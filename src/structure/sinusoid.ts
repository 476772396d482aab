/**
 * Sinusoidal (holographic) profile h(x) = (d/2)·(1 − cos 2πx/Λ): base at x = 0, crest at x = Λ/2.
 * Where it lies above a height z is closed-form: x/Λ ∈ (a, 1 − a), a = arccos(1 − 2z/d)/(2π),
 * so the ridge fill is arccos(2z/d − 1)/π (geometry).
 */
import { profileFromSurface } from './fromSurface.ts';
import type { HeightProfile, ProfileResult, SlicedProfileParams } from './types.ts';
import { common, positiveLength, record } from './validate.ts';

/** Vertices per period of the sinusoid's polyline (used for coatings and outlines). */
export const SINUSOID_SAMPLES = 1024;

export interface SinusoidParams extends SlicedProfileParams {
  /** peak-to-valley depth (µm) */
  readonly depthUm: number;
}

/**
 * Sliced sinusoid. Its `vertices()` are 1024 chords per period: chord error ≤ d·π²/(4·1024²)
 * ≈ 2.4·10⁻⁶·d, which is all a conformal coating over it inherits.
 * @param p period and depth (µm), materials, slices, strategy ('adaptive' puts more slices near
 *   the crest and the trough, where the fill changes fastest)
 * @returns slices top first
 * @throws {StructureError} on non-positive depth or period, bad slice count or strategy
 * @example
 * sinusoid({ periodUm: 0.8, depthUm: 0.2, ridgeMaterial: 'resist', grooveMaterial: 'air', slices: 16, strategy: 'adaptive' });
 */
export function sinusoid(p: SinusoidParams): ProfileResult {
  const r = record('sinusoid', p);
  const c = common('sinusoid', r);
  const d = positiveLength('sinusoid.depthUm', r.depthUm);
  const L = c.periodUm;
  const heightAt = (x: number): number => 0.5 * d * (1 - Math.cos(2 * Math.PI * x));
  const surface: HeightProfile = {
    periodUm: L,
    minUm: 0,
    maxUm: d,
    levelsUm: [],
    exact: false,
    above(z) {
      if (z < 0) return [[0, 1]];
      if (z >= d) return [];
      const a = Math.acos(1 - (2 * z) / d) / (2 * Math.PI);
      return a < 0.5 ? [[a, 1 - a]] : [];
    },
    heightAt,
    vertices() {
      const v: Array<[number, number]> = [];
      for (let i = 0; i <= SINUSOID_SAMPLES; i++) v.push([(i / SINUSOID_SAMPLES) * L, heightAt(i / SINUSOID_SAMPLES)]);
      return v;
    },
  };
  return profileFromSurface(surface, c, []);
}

□ □ □ □ □

→ **What the task requires**
From the preceding material, extract every line exactly.

→ **Task answer**
filename src/structure/sinusoid.ts
repository 476772396d482aab
/**
 * Sinusoidal (holographic) profile h(x) = (d/2)·(1 − cos 2πx/Λ): base at x = 0, crest at x = Λ/2.
 * Where it lies above a height z is closed-form: x/Λ ∈ (a, 1 − a), a = arccos(1 − 2z/d)/(2π),
 * so the ridge fill is arccos(2z/d − 1)/π (geometry).
 */
import { profileFromSurface } from './fromSurface.ts';
import type { HeightProfile, ProfileResult, SlicedProfileParams } from './types.ts';
import { common, positiveLength, record } from './validate.ts';

/** Vertices per period of the sinusoid's polyline (used for coatings and outlines). */
export const SINUSOID_SAMPLES = 1024;

export interface SinusoidParams extends SlicedProfileParams {
  /** peak-to-valley depth (µm) */
  readonly depthUm: number;
}

/**
 * Sliced sinusoid. Its `vertices()` are 1024 chords per period: chord error ≤ d·π²/(4·1024²)
 * ≈ 2.4·10⁻⁶·d, which is all a conformal coating over it inherits.
 * @param p period and depth (µm), materials, slices, strategy ('adaptive' puts more slices near
 *   the crest and the trough, where the fill changes fastest)
 * @returns slices top first
 * @throws {StructureError} on non-positive depth or period, bad slice count or strategy
 * @example
 * sinusoid({ periodUm: 0.8, depthUm: 0.2, ridgeMaterial: 'resist', grooveMaterial: 'air', slices: 16, strategy: 'adaptive' });
 */
export function sinusoid(p: SinusoidParams): ProfileResult {
  const r = record('sinusoid', p);
  const c = common('sinusoid', r);
  const d = positiveLength('sinusoid.depthUm', r.depthUm);
  const L = c.periodUm;
  const heightAt = (x: number): number => 0.5 * d * (1 - Math.cos(2 * Math.PI * x));
  const surface: HeightProfile = {
    periodUm: L,
    minUm: 0,
    maxUm: d,
    levelsUm: [],
    exact: false,
    above(z) {
      if (z < 0) return [[0, 1]];
      if (z >= d) return [];
      const a = Math.acos(1 - (2 * z) / d) / (2 * Math.PI);
      return a < 0.5 ? [[a, 1 - a]] : [];
    },
    heightAt,
    vertices() {
      const v: Array<[number, number]> = [];
      for (let i = 0; i <= SINUSOID_SAMPLES; i++) v.push([(i / SINUSOID_SAMPLES) * L, heightAt(i / SINUSOID_SAMPLES)]);
      return v;
    },
  };
  return profileFromSurface(surface, c, []);
}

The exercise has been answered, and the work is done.